Connecticut becomes first state to reach 50% of adults fully vaccinated against COVID-19


HARTFORD, Conn. (WTNH/WWLP) – Governor Ned Lamont announced Monday that Connecticut has become the first state in the nation to reach full COVID-19 vaccination for 50 percent of all adults.

The governor reported that as of Monday, 1,912,581 residents had received at least their first dose of the coronavirus vaccine, which is nearly 70 percent of the adult population in the state. He also reported that 1,393,894 have been fully vaccinated which is about 50 percent of the adult population.

Approximately 3,192,560 doses have been administered since the vaccine became available. In a tweet, Gov. Lamont congratulated those who have chosen to receive the vaccine.
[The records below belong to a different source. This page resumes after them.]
// synthBase describes an invented pan base for the tests, built in the base
// frame (+z into the pan, origin at the footprint centre) and then moved
// to a scanner frame.
type synthBase struct {
	R       float64                    // base radius, m
	Shape   func(x, y float64) float64 // base height, m; nil = flat
	CornerM float64                    // corner radius, m (0: none)
	WallM   float64                    // wall height above the corner, m (0: none)
	NoiseM  float64                    // Gaussian noise along base z, m
	Spikes  int                        // points (or vertices) raised by SpikeM
	SpikeM  float64
	Junk    int                     // cloud: stray points anywhere in a box 3R × 3R × R
	Hole    func(x, y float64) bool // drop base points where true
	N       int                     // cloud: points on the base disc
	Mesh    bool                    // build a polar mesh instead of a cloud
	StepM   float64                 // mesh: vertex spacing, m
	Normals bool                    // cloud: point normals; mesh: facet normals
	Seed    uint64
}

func dish(sag, r float64) func(x, y float64) float64 {
	return func(x, y float64) float64 { return sag * (1 - (x*x+y*y)/(r*r)) }
}

func saddle(amp, r float64) func(x, y float64) float64 {
	return func(x, y float64) float64 { return amp * (x*x - y*y) / (r * r) }
}

func (sb *synthBase) height(x, y float64) float64 {
	if sb.Shape == nil {
		return 0
	}
	return sb.Shape(x, y)
}

// profile maps the meridian arc length s to the radius, the height above
// the rim's base height and the outer normal's radial and z parts.
func (sb *synthBase) profile(s float64) (r, dz, nr, nz float64, onBase bool) {
	if s <= sb.R {
		return s, 0, 0, -1, true
	}
	s -= sb.R
	arc := sb.CornerM * math.Pi / 2
	if s <= arc {
		phi := s / sb.CornerM
		return sb.R + sb.CornerM*math.Sin(phi), sb.CornerM * (1 - math.Cos(phi)), math.Sin(phi), -math.Cos(phi), false
	}
	return sb.R + sb.CornerM, sb.CornerM + (s - arc), 1, 0, false
}

// build returns the scan in the base frame.
func (sb *synthBase) build() *Cloud {
	rng := rand.New(rand.NewPCG(sb.Seed, 0x5ca1ab1e))
	c := &Cloud{}
	total := sb.R + sb.CornerM*math.Pi/2 + sb.WallM
	outerNormal := func(x, y, nr, nz float64, onBase bool) r3.Vec {
		if onBase {
			const d = 1e-6
			fx := (sb.height(x+d, y) - sb.height(x-d, y)) / (2 * d)
			fy := (sb.height(x, y+d) - sb.height(x, y-d)) / (2 * d)
			return r3.Unit(r3.Vec{X: fx, Y: fy, Z: -1})
		}
		rr := math.Hypot(x, y)
		return r3.Vec{X: nr * x / rr, Y: nr * y / rr, Z: nz}
	}
	point := func(s, th float64) (r3.Vec, r3.Vec, bool) {
		r, dz, nr, nz, onBase := sb.profile(s)
		x, y := r*math.Cos(th), r*math.Sin(th)
		var z float64
		if onBase {
			z = sb.height(x, y)
		} else {
			z = sb.height(sb.R*math.Cos(th), sb.R*math.Sin(th)) + dz
		}
		return r3.Vec{X: x, Y: y, Z: z}, outerNormal(x, y, nr, nz, onBase), onBase
	}
	if !sb.Mesh {
		density := float64(sb.N) / (math.Pi * sb.R * sb.R)
		for range sb.N {
			r := sb.R * math.Sqrt(rng.Float64())
			th := 2 * math.Pi * rng.Float64()
			p, n, _ := point(r, th)
			if sb.Hole != nil && sb.Hole(p.X, p.Y) {
				continue
			}
			p.Z += sb.NoiseM * rng.NormFloat64()
			c.Points = append(c.Points, p)
			if sb.Normals {
				c.Normals = append(c.Normals, n)
			}
		}
		// Corner and wall, with the density of the base along the surface.
		extra := total - sb.R
		if extra > 0 {
			m := int(density * 2 * math.Pi * (sb.R + sb.CornerM) * extra)
			for range m {
				s := sb.R + extra*rng.Float64()
				th := 2 * math.Pi * rng.Float64()
				p, n, _ := point(s, th)
				p.Z += sb.NoiseM * rng.NormFloat64()
				c.Points = append(c.Points, p)
				if sb.Normals {
					c.Normals = append(c.Normals, n)
				}
			}
		}
		for range sb.Spikes {
			i := rng.IntN(len(c.Points))
			c.Points[i].Z += sb.SpikeM
		}
		for range sb.Junk {
			p := r3.Vec{X: 3 * sb.R * (rng.Float64() - 0.5), Y: 3 * sb.R * (rng.Float64() - 0.5), Z: sb.R * (rng.Float64() - 0.5)}
			c.Points = append(c.Points, p)
			if sb.Normals {
				c.Normals = append(c.Normals, r3.Vec{Z: 1})
			}
		}
		return c
	}
	// Polar mesh: a centre vertex, then rings every StepM of arc length.
	h := sb.StepM
	nRing := int(math.Ceil(total / h))
	nTh := max(12, int(math.Ceil(2*math.Pi*(sb.R+sb.CornerM)/h)))
	add := func(p r3.Vec) int32 {
		p.Z += sb.NoiseM * rng.NormFloat64()
		c.Points = append(c.Points, p)
		return int32(len(c.Points) - 1)
	}
	p0, _, _ := point(0, 0)
	centre := add(p0)
	ring := make([][]int32, nRing+1)
	for k := 1; k <= nRing; k++ {
		s := min(total, float64(k)*h)
		ring[k] = make([]int32, nTh)
		for j := range nTh {
			p, _, _ := point(s, 2*math.Pi*float64(j)/float64(nTh))
			ring[k][j] = add(p)
		}
	}
	// Winding: counter-clockwise seen from outside (from −z on the base).
	tri := func(a, b, d int32) {
		if sb.Hole != nil {
			m := r3.Scale(1.0/3, r3.Add(c.Points[a], r3.Add(c.Points[b], c.Points[d])))
			if sb.Hole(m.X, m.Y) {
				return
			}
		}
		c.Triangles = append(c.Triangles, [3]int32{a, b, d})
		if sb.Normals {
			n := r3.Cross(r3.Sub(c.Points[b], c.Points[a]), r3.Sub(c.Points[d], c.Points[a]))
			c.FacetNormals = append(c.FacetNormals, r3.Unit(n))
		}
	}
	for j := range nTh {
		jn := (j + 1) % nTh
		tri(centre, ring[1][jn], ring[1][j])
		for k := 1; k < nRing; k++ {
			a, b := ring[k][j], ring[k][jn]
			d, e := ring[k+1][j], ring[k+1][jn]
			tri(a, b, d)
			tri(b, e, d)
		}
	}
	for range sb.Spikes {
		i := rng.IntN(len(c.Points))
		c.Points[i].Z += sb.SpikeM
	}
	return c
}

// scanner is a rigid move from the base frame to a scanner frame:
// p_scan = Q·p_base + T.
type scanner struct {
	Q [3][3]float64
	T r3.Vec
}

// newScanner returns the move for a base whose outer face looks to scanner
// +z (face "up") or −z ("down"), then tilted by tiltDeg about an axis at
// azimuth azDeg, turned by yawDeg about scanner z and offset by t.
func newScanner(face string, tiltDeg, azDeg, yawDeg float64, t r3.Vec) scanner {
	var q [3][3]float64
	id := [3][3]float64{{1, 0, 0}, {0, 1, 0}, {0, 0, 1}}
	q = id
	if face == FaceUp {
		// Base +z (into the pan) to scanner −z: half turn about x.
		q = [3][3]float64{{1, 0, 0}, {0, -1, 0}, {0, 0, -1}}
	}
	axis := r3.Vec{X: math.Cos(azDeg * math.Pi / 180), Y: math.Sin(azDeg * math.Pi / 180)}
	q = matMul(rotAbout(axis, tiltDeg*math.Pi/180), q)
	q = matMul(rotAbout(r3.Vec{Z: 1}, yawDeg*math.Pi/180), q)
	return scanner{Q: q, T: t}
}

func rotAbout(axis r3.Vec, a float64) [3][3]float64 {
	var m [3][3]float64
	for i, e := range []r3.Vec{{X: 1}, {Y: 1}, {Z: 1}} {
		v := r3.Rotate(e, a, axis)
		m[0][i], m[1][i], m[2][i] = v.X, v.Y, v.Z
	}
	return m
}

func matMul(a, b [3][3]float64) [3][3]float64 {
	var c [3][3]float64
	for i := range 3 {
		for j := range 3 {
			for k := range 3 {
				c[i][j] += a[i][k] * b[k][j]
			}
		}
	}
	return c
}

func (s scanner) dir(v r3.Vec) r3.Vec {
	return r3.Vec{
		X: s.Q[0][0]*v.X + s.Q[0][1]*v.Y + s.Q[0][2]*v.Z,
		Y: s.Q[1][0]*v.X + s.Q[1][1]*v.Y + s.Q[1][2]*v.Z,
		Z: s.Q[2][0]*v.X + s.Q[2][1]*v.Y + s.Q[2][2]*v.Z,
	}
}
Connecticut’s vaccine rollout plan was based on age, so a larger number of people were eligible before Massachusetts residents were, and many jumped at the opportunity.

“I think it’s the right thing to do,” Paul Kappa of Enfield said. “It’s a true patriotic thing to do is to protect Americans and by me being vaccinated I help my fellow Americans.”

Massachusetts does have one thing in common with its neighboring state. A drop-off in vaccinations, and because of this Connecticut is also shifting its efforts and focusing on smaller, community-based sites.

“We will be closing four of the seven mass vaccination sites by the end of June,” Governor Baker said. “We are confident we can find more ways to offer vaccines to everyone who wants one in a smaller more targeted approach.”

Governor Baker added that by June, 4.1 million Massachusetts residents will be vaccinated. That number was originally expected to be reached by August.

If that number stays true, that will be over 50 percent of the population.